Stored items
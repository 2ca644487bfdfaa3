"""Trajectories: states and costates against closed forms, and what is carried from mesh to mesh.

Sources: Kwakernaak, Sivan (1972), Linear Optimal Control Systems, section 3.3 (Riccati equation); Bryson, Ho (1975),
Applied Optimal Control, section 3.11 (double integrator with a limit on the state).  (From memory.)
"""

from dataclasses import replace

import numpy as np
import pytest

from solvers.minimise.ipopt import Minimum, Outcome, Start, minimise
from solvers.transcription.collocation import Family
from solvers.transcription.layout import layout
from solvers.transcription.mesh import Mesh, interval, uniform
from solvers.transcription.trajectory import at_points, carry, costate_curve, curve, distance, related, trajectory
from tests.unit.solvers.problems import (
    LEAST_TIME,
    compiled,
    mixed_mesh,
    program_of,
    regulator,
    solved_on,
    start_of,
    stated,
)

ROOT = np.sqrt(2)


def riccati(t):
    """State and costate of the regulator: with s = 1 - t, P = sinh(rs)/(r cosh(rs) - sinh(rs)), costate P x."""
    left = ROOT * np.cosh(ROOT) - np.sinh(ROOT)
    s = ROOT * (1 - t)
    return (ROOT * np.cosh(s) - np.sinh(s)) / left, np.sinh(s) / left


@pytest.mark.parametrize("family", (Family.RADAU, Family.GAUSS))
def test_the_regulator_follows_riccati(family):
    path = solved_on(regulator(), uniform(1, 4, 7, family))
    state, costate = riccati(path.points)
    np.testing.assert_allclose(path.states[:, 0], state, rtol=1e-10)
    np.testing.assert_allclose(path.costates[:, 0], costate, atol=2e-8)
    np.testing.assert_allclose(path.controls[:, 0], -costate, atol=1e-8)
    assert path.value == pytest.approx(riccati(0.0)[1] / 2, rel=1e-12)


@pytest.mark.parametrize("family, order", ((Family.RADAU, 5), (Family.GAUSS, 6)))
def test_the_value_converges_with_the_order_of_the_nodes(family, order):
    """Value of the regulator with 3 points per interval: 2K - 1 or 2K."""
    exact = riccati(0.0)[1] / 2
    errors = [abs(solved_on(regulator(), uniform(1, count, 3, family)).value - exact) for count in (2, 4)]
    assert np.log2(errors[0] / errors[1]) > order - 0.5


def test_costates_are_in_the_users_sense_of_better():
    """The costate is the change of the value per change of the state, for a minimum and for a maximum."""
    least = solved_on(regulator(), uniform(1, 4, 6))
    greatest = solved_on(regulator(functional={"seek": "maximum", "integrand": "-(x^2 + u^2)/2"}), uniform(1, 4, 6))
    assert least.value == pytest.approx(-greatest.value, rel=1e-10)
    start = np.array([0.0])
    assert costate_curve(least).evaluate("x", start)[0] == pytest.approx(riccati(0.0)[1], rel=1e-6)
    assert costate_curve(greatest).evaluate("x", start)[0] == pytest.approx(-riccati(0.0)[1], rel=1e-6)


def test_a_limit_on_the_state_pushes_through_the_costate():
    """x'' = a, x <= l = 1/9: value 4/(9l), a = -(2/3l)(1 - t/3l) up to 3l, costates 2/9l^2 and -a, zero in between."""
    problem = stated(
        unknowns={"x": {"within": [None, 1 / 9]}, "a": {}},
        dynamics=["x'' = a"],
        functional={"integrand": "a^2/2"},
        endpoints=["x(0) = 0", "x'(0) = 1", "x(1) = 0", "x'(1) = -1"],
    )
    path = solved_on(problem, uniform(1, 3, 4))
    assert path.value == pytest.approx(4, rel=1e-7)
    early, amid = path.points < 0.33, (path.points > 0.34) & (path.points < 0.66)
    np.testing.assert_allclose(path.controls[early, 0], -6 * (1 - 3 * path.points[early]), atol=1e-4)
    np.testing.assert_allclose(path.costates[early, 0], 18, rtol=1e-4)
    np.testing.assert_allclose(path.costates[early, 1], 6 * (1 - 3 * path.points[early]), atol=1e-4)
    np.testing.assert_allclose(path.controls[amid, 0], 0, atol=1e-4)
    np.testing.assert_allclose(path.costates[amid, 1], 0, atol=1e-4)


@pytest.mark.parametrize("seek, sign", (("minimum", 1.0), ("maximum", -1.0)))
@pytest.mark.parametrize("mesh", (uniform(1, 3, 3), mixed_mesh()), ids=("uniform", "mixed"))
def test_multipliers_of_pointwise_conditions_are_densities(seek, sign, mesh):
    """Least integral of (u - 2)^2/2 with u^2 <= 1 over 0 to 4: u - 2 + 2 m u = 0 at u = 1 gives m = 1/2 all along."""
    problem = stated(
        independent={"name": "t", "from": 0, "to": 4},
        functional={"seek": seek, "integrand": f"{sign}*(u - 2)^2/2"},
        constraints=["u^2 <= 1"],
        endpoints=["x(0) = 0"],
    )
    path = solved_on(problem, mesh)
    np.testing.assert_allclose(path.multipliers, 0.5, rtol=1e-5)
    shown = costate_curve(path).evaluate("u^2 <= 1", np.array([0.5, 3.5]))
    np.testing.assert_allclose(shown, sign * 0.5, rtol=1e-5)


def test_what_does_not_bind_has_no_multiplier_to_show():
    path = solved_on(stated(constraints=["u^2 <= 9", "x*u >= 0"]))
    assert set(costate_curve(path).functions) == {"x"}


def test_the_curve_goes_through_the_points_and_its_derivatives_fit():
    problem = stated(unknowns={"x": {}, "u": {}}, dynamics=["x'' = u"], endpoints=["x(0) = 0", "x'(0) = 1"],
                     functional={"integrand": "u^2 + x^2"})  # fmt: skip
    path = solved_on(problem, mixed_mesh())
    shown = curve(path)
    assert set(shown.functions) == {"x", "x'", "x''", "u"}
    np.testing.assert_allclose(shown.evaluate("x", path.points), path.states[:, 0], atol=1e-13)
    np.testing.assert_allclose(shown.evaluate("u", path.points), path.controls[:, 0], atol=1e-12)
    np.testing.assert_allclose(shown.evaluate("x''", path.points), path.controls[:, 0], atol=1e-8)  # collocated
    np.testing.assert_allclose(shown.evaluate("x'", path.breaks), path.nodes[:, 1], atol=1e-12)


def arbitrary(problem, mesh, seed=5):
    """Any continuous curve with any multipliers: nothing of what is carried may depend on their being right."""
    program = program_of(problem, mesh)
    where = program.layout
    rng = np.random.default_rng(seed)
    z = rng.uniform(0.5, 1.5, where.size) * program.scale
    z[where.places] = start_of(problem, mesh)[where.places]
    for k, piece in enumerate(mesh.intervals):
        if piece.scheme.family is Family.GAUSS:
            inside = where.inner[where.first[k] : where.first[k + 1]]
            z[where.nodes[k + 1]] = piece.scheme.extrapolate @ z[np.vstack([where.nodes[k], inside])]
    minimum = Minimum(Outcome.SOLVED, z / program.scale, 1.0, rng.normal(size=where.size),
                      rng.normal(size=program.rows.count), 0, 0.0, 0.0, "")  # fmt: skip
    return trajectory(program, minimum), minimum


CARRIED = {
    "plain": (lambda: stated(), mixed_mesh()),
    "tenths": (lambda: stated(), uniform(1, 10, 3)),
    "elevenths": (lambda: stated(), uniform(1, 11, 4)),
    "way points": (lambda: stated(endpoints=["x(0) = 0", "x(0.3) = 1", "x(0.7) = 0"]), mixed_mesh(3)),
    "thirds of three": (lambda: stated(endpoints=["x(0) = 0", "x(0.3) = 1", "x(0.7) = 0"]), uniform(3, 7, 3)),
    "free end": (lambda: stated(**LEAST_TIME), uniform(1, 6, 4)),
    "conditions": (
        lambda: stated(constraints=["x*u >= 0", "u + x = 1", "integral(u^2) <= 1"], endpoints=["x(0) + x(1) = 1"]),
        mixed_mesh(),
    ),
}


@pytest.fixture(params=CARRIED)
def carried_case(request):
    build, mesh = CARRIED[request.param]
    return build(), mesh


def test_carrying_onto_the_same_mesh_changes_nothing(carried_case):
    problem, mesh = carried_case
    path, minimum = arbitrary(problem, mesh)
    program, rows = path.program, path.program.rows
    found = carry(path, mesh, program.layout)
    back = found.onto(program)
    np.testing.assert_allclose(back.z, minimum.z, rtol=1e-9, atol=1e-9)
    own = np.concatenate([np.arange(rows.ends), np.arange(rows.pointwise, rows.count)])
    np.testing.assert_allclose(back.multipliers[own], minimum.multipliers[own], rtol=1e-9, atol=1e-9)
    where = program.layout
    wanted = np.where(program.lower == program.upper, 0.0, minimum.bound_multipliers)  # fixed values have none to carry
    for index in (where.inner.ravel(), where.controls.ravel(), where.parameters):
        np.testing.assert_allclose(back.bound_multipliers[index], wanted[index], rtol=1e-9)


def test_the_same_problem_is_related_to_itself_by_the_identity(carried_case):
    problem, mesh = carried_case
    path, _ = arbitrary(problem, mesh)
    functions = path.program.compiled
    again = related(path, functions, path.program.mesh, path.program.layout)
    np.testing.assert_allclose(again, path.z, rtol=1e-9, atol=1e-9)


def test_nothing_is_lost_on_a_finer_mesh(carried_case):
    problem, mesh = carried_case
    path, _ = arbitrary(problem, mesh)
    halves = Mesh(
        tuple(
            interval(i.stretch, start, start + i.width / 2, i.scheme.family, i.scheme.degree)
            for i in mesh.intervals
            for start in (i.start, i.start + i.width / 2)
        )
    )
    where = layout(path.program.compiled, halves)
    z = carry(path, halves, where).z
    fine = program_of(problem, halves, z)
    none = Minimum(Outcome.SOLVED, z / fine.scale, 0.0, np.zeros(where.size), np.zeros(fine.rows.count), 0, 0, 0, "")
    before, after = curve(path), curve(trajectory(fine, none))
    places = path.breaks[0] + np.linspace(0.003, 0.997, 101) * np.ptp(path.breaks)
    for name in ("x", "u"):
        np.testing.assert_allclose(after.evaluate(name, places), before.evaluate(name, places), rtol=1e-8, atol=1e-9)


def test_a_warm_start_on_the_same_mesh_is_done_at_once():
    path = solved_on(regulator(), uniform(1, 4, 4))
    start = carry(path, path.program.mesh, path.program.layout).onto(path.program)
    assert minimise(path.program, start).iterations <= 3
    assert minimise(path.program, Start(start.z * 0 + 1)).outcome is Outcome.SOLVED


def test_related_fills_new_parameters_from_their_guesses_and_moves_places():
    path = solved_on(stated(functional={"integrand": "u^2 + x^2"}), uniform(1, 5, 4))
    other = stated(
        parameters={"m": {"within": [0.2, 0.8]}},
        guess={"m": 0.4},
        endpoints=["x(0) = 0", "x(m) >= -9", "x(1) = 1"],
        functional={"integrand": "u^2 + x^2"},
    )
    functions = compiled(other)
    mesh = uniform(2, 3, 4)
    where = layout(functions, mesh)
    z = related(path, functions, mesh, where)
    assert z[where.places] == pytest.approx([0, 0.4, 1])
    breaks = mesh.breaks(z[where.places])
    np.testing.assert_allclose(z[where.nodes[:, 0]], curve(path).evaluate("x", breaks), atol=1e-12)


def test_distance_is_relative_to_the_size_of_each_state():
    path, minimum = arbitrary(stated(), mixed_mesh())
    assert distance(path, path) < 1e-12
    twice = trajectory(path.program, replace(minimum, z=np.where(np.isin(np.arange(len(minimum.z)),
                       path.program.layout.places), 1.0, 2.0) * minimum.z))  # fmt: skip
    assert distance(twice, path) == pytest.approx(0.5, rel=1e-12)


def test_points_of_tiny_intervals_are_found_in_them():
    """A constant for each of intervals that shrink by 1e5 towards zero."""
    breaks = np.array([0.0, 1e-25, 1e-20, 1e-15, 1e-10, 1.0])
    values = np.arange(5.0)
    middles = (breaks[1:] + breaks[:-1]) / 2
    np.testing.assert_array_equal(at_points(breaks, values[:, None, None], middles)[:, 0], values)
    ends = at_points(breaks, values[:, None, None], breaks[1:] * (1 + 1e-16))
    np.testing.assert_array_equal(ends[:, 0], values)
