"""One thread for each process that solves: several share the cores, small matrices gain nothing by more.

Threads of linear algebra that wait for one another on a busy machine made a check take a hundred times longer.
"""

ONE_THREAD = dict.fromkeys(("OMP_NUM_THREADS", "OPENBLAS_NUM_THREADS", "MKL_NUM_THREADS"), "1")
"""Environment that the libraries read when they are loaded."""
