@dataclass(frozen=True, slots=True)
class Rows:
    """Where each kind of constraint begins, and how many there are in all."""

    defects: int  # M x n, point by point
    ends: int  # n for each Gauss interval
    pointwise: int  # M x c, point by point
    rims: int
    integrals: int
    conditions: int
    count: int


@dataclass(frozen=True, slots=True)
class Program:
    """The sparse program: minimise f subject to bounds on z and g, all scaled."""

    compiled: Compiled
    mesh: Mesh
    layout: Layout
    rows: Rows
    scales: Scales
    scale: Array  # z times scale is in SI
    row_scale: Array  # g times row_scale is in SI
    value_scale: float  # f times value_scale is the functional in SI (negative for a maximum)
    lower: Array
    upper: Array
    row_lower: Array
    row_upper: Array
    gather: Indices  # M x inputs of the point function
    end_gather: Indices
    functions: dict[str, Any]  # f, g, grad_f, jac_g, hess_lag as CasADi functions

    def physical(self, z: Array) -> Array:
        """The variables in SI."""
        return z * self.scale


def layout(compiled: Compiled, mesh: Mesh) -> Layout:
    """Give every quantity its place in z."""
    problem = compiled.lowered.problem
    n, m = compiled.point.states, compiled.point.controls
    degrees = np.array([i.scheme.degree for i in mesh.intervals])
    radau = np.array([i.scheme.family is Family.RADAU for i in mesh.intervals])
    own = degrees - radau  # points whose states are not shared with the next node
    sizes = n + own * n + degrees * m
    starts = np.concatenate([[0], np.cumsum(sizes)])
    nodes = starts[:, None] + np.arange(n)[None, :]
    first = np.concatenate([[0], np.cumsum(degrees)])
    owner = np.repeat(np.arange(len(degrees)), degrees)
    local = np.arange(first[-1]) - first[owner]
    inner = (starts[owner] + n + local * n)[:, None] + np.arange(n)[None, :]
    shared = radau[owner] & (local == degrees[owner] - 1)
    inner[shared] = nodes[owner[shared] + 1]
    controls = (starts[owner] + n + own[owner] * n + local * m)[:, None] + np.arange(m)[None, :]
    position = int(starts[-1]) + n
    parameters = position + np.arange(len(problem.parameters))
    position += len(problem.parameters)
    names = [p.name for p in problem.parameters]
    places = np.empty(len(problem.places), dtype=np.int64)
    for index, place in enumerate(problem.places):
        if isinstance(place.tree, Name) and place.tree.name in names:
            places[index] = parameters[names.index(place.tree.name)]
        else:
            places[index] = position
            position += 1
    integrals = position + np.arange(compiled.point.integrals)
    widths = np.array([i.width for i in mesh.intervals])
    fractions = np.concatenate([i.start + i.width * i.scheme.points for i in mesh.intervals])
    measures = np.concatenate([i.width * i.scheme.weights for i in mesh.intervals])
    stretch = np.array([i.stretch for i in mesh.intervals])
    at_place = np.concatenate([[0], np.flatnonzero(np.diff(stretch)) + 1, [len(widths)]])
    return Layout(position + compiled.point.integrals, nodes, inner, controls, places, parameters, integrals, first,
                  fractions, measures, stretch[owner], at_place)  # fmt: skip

**Exercise**. The answer should be an exact copy of the lines from the first line of the data through the line with "assert path.value == pytest.approx(riccati(0.0)[1]" and should contain nothing else.

**Response area**.
repository 2ca644487bfdfaa3
"""Trajectories: states and costates against closed forms, and what is carried from mesh to mesh.

Sources: Kwakernaak, Sivan (1972), Linear Optimal Control Systems, section 3.3 (Riccati equation); Bryson, Ho (1975),
Applied Optimal Control, section 3.11 (double integrator with a limit on the state).  (From memory.)
"""

from dataclasses import replace

import numpy as np
import pytest

from solvers.minimise.ipopt import Minimum, Outcome, Start, minimise
from solvers.transcription.collocation import Family
from solvers.transcription.layout import layout
from solvers.transcription.mesh import Mesh, interval, uniform
from solvers.transcription.trajectory import at_points, carry, costate_curve, curve, distance, related, trajectory
from tests.unit.solvers.problems import (
    LEAST_TIME,
    compiled,
    mixed_mesh,
    program_of,
    regulator,
    solved_on,
    start_of,
    stated,
)

ROOT = np.sqrt(2)


def riccati(t):
    """State and costate of the regulator: with s = 1 - t, P = sinh(rs)/(r cosh(rs) - sinh(rs)), costate P x."""
    left = ROOT * np.cosh(ROOT) - np.sinh(ROOT)
    s = ROOT * (1 - t)
    return (ROOT * np.cosh(s) - np.sinh(s)) / left, np.sinh(s) / left


@pytest.mark.parametrize("family", (Family.RADAU, Family.GAUSS))
def test_the_regulator_follows_riccati(family):
    path = solved_on(regulator(), uniform(1, 4, 7, family))
    state, costate = riccati(path.points)
    np.testing.assert_allclose(path.states[:, 0], state, rtol=1e-10)
    np.testing.assert_allclose(path.costates[:, 0], costate, atol=2e-8)
    np.testing.assert_allclose(path.controls[:, 0], -costate, atol=1e-8)
    assert path.value == pytest.approx(riccati(0.0)[1] / 2, rel=1e-12)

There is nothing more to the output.